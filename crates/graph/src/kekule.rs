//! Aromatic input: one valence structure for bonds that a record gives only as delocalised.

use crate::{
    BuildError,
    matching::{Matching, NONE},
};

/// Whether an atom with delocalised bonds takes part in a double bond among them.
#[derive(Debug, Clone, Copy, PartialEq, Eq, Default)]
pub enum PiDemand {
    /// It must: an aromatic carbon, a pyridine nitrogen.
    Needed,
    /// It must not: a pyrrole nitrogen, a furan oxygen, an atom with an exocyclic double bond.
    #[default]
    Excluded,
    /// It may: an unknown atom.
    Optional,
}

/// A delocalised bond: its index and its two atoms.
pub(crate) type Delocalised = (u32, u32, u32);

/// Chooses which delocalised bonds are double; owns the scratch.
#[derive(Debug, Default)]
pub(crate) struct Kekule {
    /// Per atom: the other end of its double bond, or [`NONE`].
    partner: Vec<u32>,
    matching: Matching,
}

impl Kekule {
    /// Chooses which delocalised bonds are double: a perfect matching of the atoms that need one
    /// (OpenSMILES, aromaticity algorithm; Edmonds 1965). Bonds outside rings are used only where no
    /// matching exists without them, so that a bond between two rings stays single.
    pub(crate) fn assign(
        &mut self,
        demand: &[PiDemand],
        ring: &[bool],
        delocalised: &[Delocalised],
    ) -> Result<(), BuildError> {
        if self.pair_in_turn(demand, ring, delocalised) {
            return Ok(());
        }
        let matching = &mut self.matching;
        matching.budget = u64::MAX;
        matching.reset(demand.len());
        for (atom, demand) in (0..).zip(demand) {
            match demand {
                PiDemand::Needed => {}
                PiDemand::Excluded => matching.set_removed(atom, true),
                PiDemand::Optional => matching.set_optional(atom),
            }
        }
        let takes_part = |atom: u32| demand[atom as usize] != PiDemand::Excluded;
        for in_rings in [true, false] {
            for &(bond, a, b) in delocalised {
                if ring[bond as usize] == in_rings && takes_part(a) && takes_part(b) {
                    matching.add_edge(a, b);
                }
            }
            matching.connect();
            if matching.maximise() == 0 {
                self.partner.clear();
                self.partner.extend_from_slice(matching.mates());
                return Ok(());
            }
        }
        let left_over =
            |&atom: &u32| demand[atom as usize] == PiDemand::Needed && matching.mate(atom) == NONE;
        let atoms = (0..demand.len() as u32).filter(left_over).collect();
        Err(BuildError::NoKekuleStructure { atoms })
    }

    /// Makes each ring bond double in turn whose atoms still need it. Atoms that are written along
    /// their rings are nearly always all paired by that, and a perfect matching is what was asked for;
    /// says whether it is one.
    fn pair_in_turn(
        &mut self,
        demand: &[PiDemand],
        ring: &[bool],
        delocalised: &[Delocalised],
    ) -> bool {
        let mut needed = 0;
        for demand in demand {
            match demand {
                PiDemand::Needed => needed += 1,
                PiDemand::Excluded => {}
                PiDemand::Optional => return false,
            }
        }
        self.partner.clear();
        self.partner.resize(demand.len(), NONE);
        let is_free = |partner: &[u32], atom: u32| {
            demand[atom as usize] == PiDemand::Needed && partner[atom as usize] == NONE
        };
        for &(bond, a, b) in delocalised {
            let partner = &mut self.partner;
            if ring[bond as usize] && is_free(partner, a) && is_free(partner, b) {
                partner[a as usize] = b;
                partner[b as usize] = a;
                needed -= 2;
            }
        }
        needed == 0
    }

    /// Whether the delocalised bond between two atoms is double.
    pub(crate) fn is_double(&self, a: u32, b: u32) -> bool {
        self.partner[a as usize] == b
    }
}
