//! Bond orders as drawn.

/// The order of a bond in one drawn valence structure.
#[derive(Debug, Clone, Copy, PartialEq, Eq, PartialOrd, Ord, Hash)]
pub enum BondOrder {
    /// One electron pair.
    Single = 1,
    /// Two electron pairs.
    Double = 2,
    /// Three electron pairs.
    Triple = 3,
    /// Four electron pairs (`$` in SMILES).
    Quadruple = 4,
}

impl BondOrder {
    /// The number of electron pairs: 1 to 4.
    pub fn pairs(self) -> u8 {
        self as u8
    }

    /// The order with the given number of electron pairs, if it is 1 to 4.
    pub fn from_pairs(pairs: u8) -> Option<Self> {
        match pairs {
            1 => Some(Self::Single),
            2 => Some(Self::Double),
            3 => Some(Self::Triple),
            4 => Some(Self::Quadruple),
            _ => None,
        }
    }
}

^^^^^^^^

**Action item**
Whenever the string "Clone" occurs in a line of the entries above, copy that line.

**Response area**
#[derive(Debug, Clone, Copy, PartialEq, Eq, Default)]
#[derive(Debug, Clone, Copy, PartialEq, Eq, PartialOrd, Ord, Hash)]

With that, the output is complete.